Adrian Nordtomme, director of APAPTA LTD, said that the benefits of 4D printing won’t be confined to aerospace, but will also affect other transportation industries. "I believe 4D printing could be particularly intriguing in applications where an electric current is applied to the object, instead of heat or light,” said Nordtomme “This is especially relevant for the automotive, aerospace, and maritime industries, where there's a keen interest in manipulating structures for aerodynamic purposes."
Shape-morphing systems would enable designers to craft clothing and accessories that adapt to both environmental factors and the wearer's preferences. Several researchers and brands including Adidas are currently exploring the development of 4D-printed shoes. Designed to adapt to users' unique foot shape and movement patterns, these shoes will offer a superior fit, cushioning, insulation and breathability. The potential benefits of this technology could provide a competitive edge to athletes.
Resident 3D-printing expert at Hubs, Robin Brockötter, highlighted how 4D printed textiles will push the boundaries of design and functionality in the fashion industry. He explained, "Imagine a coat that adapts to the cold by becoming thicker or hiking gear that increases its breathability when exposed to sweat.
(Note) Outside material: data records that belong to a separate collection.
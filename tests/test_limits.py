"""Limits of solved sections: one, two and three dimensions, the sheet's staircase, the root of bulk, many subbands.

The limits of the formulas themselves, with levels in closed form, stand in test_statistics and test_verdict. Here the
levels are solved: few are listed, more are solved roughly, and the rest is counted by the semiclassical tail.
"""

from __future__ import annotations

from functools import lru_cache
from math import pi

import numpy as np
import pytest
from numpy.typing import NDArray
from scipy import special

from tests.truth._wires import material, wire
from wiresolve.describe.section import Section
from wiresolve.describe.shapes import Circle, Rectangle, Shape
from wiresolve.physics.fermi import occupation
from wiresolve.physics.statistics import subband_density
from wiresolve.result import Result, ThermalCurve
from wiresolve.solve import solve
from wiresolve.units import HBAR2_OVER_2M0, KB

Array = NDArray[np.float64]

MASS = 0.067
SHEET_nm = 5.0
PER_SHEET = MASS / (2 * pi * HBAR2_OVER_2M0)
"""Density of states of a sheet's subband in 1/(eV nm^2): m/(pi hbar^2), both spins."""


@lru_cache(maxsize=16)
def solved(shape: Shape, temperature_K: float, count: int = 10) -> Result:
    """At the default accuracy, as a user would."""
    section = Section(shape=shape, material="channel")
    return solve(wire(section, [material("channel", MASS)], count, 1e-4, temperature_K=temperature_K))


def disk(diameter_nm: float) -> Shape:
    return Circle(diameter_nm=diameter_nm)


def sheet(width_nm: float) -> Shape:
    return Rectangle(width_nm=width_nm, height_nm=SHEET_nm)


def disk_levels_eV(diameter_nm: float, top_eV: float) -> Array:
    """All levels of a round hard wall below `top_eV`, pairs twice (zeros of Bessel functions, DLMF 10.21)."""
    radius = diameter_nm / 2
    reach = float(np.sqrt(top_eV * MASS / HBAR2_OVER_2M0)) * radius
    zeros = [special.jn_zeros(m, int(reach / pi) + 3) for m in range(int(reach) + 2) for _ in range(2 if m else 1)]
    found = np.sort(np.concatenate(zeros))
    return np.asarray(HBAR2_OVER_2M0 / MASS * (found[found < reach] / radius) ** 2)


def box_levels_eV(width_nm: float, height_nm: float, top_eV: float) -> Array:
    i, j = np.meshgrid(np.arange(1, 600), np.arange(1, 40))
    levels = HBAR2_OVER_2M0 * pi**2 / MASS * ((i / width_nm) ** 2 + (j / height_nm) ** 2)
    return np.sort(levels[levels < top_eV])


def dimension(levels_eV: Array, temperature_K: float) -> float:
    """1 along the axis, and twice the mean energy across it in kT."""
    above = (levels_eV - levels_eV[0]) / (KB * temperature_K)
    weight = np.exp(-above)
    return float(1 + 2 * (above * weight).sum() / weight.sum())


def dimension_found(result: Result) -> float:
    return float(result.verdict.effective_dimension[0]["d"])


def states_below(levels_eV: Array, energy_eV: Array) -> Array:
    """Number of states per nm below each energy, both spins: 2 k_F/pi a level."""
    root = np.sqrt(np.maximum(energy_eV[:, None] - levels_eV, 0) * MASS / HBAR2_OVER_2M0)
    return np.asarray(2 / pi * root.sum(axis=1))


def states_counted(result: Result) -> Array:
    """The same from the bins of a result, at their upper edges."""
    states = result.density_of_states
    return np.cumsum(states.per_eV_nm * np.diff(states.edges_eV))


# One, two, three dimensions


def test_a_narrow_wire_is_one_dimensional() -> None:
    assert dimension_found(solved(disk(5.0), 4.2)) == pytest.approx(1, abs=1e-12)
    at_room = dimension_found(solved(disk(5.0), 300.0))
    assert at_room == pytest.approx(dimension(disk_levels_eV(5.0, 4.0), 300.0), abs=1e-9)


def test_a_wide_thin_sheet_is_two_dimensional() -> None:
    found = [dimension_found(solved(sheet(width), 300.0)) for width in (10.0, 40.0, 400.0)]
    exact = [dimension(box_levels_eV(width, SHEET_nm, 1.5), 300.0) for width in (10.0, 40.0, 400.0)]
    assert found == pytest.approx(exact, abs=2e-3)
    assert found[0] < 1.7 < found[1] < 2 < found[2]
    assert found[2] == pytest.approx(2, abs=0.03)
    width, height = solved(sheet(400.0), 300.0).verdict.effective_dimension[0]["directions"]
    assert not width["frozen"]
    assert height["frozen"]


@pytest.mark.parametrize("diameter_nm", [20.0, 60.0, 100.0, 200.0])
def test_a_large_disk_is_three_dimensional(diameter_nm: float) -> None:
    # from 2.04 in the thinnest of these, past 3 (walls keep the lowest level above the band edge), and down to 3
    exact = dimension(disk_levels_eV(diameter_nm, 1.0), 300.0)
    # states that are not listed are not refined: a hundredth is what they cost
    assert dimension_found(solved(disk(diameter_nm), 300.0)) == pytest.approx(exact, abs=0.015)
    assert diameter_nm < 50 or exact == pytest.approx(3, abs=0.09)


# Density of states


def test_the_density_of_states_counts_every_state_of_the_solved_section() -> None:
    for shape, levels in (
        (sheet(150.0), box_levels_eV(150.0, SHEET_nm, 1.2)),
        (disk(60.0), disk_levels_eV(60.0, 0.2)),
    ):
        result = solved(shape, 4.2, 40)
        upper = result.density_of_states.edges_eV[1:]
        listed = upper <= result.energies_eV[-1]
        exact = states_below(levels, upper[listed])
        # an energy that is off by its bar moves the count by a step's share
        assert states_counted(result)[listed] == pytest.approx(exact, rel=3e-3, abs=3e-3 * exact[-1])


def test_the_density_of_states_is_complete_up_to_its_last_bin() -> None:
    # As far as a result tells a density of states, none may be missing, above the last listed subband either.
    result = solved(sheet(150.0), 4.2, 60)
    edges = result.density_of_states.edges_eV
    exact = np.diff(states_below(box_levels_eV(150.0, SHEET_nm, 1.5), edges)) / np.diff(edges)
    last = slice(-10, None)
    assert result.density_of_states.per_eV_nm[last].mean() == pytest.approx(exact[last].mean(), rel=0.1)


def test_a_wide_sheet_has_the_staircase_of_two_dimensions() -> None:
    width = 150.0
    result = solved(sheet(width), 4.2, 60)
    edges, counted = result.density_of_states.edges_eV, states_counted(result)
    rungs = HBAR2_OVER_2M0 * pi**2 / MASS / SHEET_nm**2 * np.array([1, 4])
    assert result.energies_eV[0] == pytest.approx(rungs[0], rel=2e-3)
    # The first rung alone: bins from 0.1 eV above it to the last listed subband or the second rung.
    top = min(result.energies_eV[-1], rungs[1])
    first, last = np.searchsorted(edges[1:], [rungs[0] + 0.1, top]) + np.array([0, -1])
    mean = (counted[last] - counted[first]) / (edges[last + 1] - edges[first + 1]) / width
    assert mean == pytest.approx(PER_SHEET, rel=0.03)


def test_a_large_disk_has_the_root_of_three_dimensions() -> None:
    def missing(diameter_nm: float, count: int) -> float:
        result = solved(disk(diameter_nm), 4.2, count)
        top = float(result.energies_eV[-1])
        place = int(np.searchsorted(result.density_of_states.edges_eV[1:], top)) - 1
        energy = float(result.density_of_states.edges_eV[place + 1])
        # (2m E/hbar^2)^(3/2)/(3 pi^2) states a volume
        bulk = (energy * MASS / HBAR2_OVER_2M0) ** 1.5 / (3 * pi**2) * pi * (diameter_nm / 2) ** 2
        return 1 - float(states_counted(result)[place]) / bulk

    few, many = missing(60.0, 20), missing(60.0, 80)
    # What the walls take away falls as 1/(k D), that is, as one over the root of the number of subbands.
    assert 0 < many < few
    assert few / many == pytest.approx(2, rel=0.25)


# Many subbands


def curve(curves: tuple[ThermalCurve, ...], temperature_K: float) -> ThermalCurve:
    return next(c for c in curves if c.temperature_K == temperature_K)


@pytest.mark.parametrize(("count", "close"), [(10, 0.015), (40, 0.0015)])
def test_density_and_conductance_of_hundreds_of_subbands(count: int, close: float) -> None:
    # At room temperature far more subbands of 100 nm are filled than are listed.
    result, levels = solved(disk(100.0), 300.0, count), disk_levels_eV(100.0, 1.2)
    density, conductance = curve(result.density, 300.0), curve(result.conductance, 300.0)
    chosen = slice(None, None, 40)
    filled = [float(subband_density(levels, MASS, 2, fermi, 300.0).sum()) for fermi in density.fermi_eV[chosen]]
    conducting = [float(occupation(levels, fermi, 300.0).sum()) for fermi in conductance.fermi_eV[chosen]]
    assert conducting[-1] > 2 * count
    assert density.values[chosen] == pytest.approx(np.array(filled), rel=close)
    assert conductance.values[chosen] == pytest.approx(np.array(conducting), rel=close)
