"""The image self-energy: its definition summed as it stands, limits, and the ground state by another quadrature."""

from __future__ import annotations

from itertools import pairwise

import numpy as np
import pytest
from scipy.integrate import quad
from scipy.special import ellipe, ellipk, ive, ivp, jn_zeros, jv, kve, kvp

from wiresolve.physics.image_charge import ground_state_shift, second_state_shift, self_energy, surface_part


def as_defined(rho: float, inside: float, outside: float, orders: int) -> float:
    """s = 1/(pi e_i) sum_m int dx A_m I_m(x rho)^2, by Gauss quadrature in panels (see the module's source)."""
    nodes, weights = np.polynomial.legendre.leggauss(60)
    total = 0.0
    ends = (1e-12, 1e-9, 1e-6, 1e-4, 1e-2, 0.1, 1.0, 5.0, 15.0, 60.0)
    for low, high in pairwise(ends):
        x, step = low + (high - low) * (nodes + 1) / 2, weights * (high - low) / 2
        for m in range(orders if low > 1e-5 else 1):
            # I_m' and K_m' by their recurrences, scaled like the functions.
            i, k = ive(m, x), kve(m, x)
            i_slope, k_slope = ive(m + 1, x) + m / x * i, -kve(m + 1, x) + m / x * k
            reaction = (outside - inside) * k_slope * k / (inside * i_slope * k - outside * k_slope * i)
            total += (1 if m == 0 else 2) * float(step @ (reaction * ive(m, x * rho) ** 2 * np.exp(-2 * x * (1 - rho))))
    # Below 1e-4 the integrands of the higher orders have their constant limits.
    jump = (inside - outside) / (inside + outside)
    total += 2 * sum(1e-4 * jump * rho ** (2 * m) / (2 * m) for m in range(1, orders))
    return total / (np.pi * inside)


@pytest.mark.parametrize(("inside", "outside"), [(12.9, 1.0), (3.9, 11.7), (2.0, 80.0)])
def test_the_definition_is_met(inside: float, outside: float) -> None:
    assert self_energy(0.4, inside, outside) == pytest.approx(as_defined(0.4, inside, outside, 14), rel=1e-8)


def test_derivatives_of_the_definition_are_those_of_the_library() -> None:
    x = 1.7
    assert ive(4, x) + 3 / x * ive(3, x) == pytest.approx(ivp(3, x) * np.exp(-x))
    assert -kve(4, x) + 3 / x * kve(3, x) == pytest.approx(kvp(3, x) * np.exp(x))


def test_surface_part_is_the_sum_over_angles() -> None:
    """pi/16 int dtheta (1 - rho cos)/(1 + rho^2 - 2 rho cos)^(3/2), and its pole 1/(1 - rho) at the surface."""
    for rho in (0.0, 0.3, 0.8):
        whole = quad(lambda t, r=rho: (1 - r * np.cos(t)) / (1 + r * r - 2 * r * np.cos(t)) ** 1.5, 0, 2 * np.pi)[0]
        assert surface_part(np.array(rho)) == pytest.approx(np.pi / 16 * whole, rel=1e-9)
    assert float(surface_part(np.array(1 - 1e-6))) * 1e-6 == pytest.approx(np.pi / 8, rel=1e-4)
    assert (ellipk(0.0), ellipe(0.0)) == pytest.approx((np.pi / 2, np.pi / 2))


def test_at_the_surface_it_is_that_of_a_plane() -> None:
    """A charge at the distance d from a plane: e^2/(16 pi eps0 e_i d) (e_i - e_o)/(e_i + e_o)."""
    plane = (12.0 - 4.0) / (12.0 + 4.0) / (4 * 12.0 * 0.002)
    assert self_energy(0.998, 12.0, 4.0) == pytest.approx(plane, rel=2e-2)


def test_no_jump_no_energy() -> None:
    assert self_energy(0.5, 11.7, 11.7) == 0.0
    assert ground_state_shift(11.7, 11.7, 5.0) == 0.0
    assert ground_state_shift(11.7, 4.0, 5.0) > 0 > ground_state_shift(11.7, 20.0, 5.0)
    assert ground_state_shift(11.7, 4.0, 10.0) == pytest.approx(ground_state_shift(11.7, 4.0, 5.0) / 2)


@pytest.mark.parametrize(("inside", "outside"), [(12.9, 1.0), (11.7, 25.0)])
def test_means_of_the_lowest_states_are_those_over_the_radius(inside: float, outside: float) -> None:
    nodes, weights = np.polynomial.legendre.leggauss(16)
    for order, found in enumerate((ground_state_shift, second_state_shift)):
        zero, mean = jn_zeros(order, 1)[0], 0.0
        for low, high in ((0.0, 0.9), (0.9, 0.995)):
            for rho, weight in zip(low + (high - low) * (nodes + 1) / 2, weights * (high - low) / 2, strict=True):
                density = 2 * rho * (jv(order, zero * rho) / jv(order + 1, zero)) ** 2
                mean += weight * density * self_energy(float(rho), inside, outside)
        # What is left is psi ~ (1 - rho) times its slope at the wall, and the plane's energy.
        mean += (inside - outside) / (inside + outside) / (4 * inside) * zero**2 * 0.005**2
        assert found(inside, outside, 1.4399645469) == pytest.approx(mean, rel=2e-5)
Similarly, a 4D-printed dress could dynamically alter its texture or form based on the wearer's movements, resulting in a fluid, ever-changing design."
4D printing presents the possibility of self-assembling furniture. Instead of spending hours following the instructions and fumbling with tools, consumers can watch as their new piece of furniture takes shape on its own. This simplified assembly process not only saves time and effort but also makes household goods more accessible.
Francesco Rivalta, Mechanical Engineer at Hubs, thinks shape-morphing systems can transform the furniture industry. "This could be the next big thing after the concept of flat-pack furniture. Imagine assembling a chair by using nothing but heat from a hair dryer," he explained.
Using 4D-printing tech, it is possible to develop packaging capable of protecting the contents from external elements such as rain, extreme cold, or heat. Additionally, this technology can automate the packaging process by enabling it to adapt to external factors.
Drawing from his experience in manufacturing at Nissha Medical Technologies, Jones concurs. He explained, "It could be possible to make a type of packaging material that is stored in flat sheets, but when a product is placed on it and exposed to either light, heat, or some other stimuli, it would self-wrap and reduce the amount of labor, cost, and time spent packaging goods that may not fit easily into the standard box."
The shape of things to come
The research surrounding shape-morphing systems is spearheaded by the MIT Self-Assembly Lab, in collaboration with Stratasys and Autodesk. In recent years, numerous breakthroughs have been made in developing self-assembling and shape-shifting materials, with a wide range of possible applications. The current innovations are just the tip of the iceberg. As the technology matures, even more possibilities will unfold.
Alexandru Tilita, president & CEO at 3DK Tech, said that adoption will be the most significant challenge for shape-morphing systems. "The technology could really help enable new concepts, however, finding the industrial application is key to its wider adoption. Transformation can only happen if adopted by key players in the market and if it can be scaled up in a significant way. I expect 4D printing will only have a true impact in the next 10-15 years."
In the meantime, much like the technology itself, engineers can work to adapt to a changing landscape to push the boundaries of what's possible.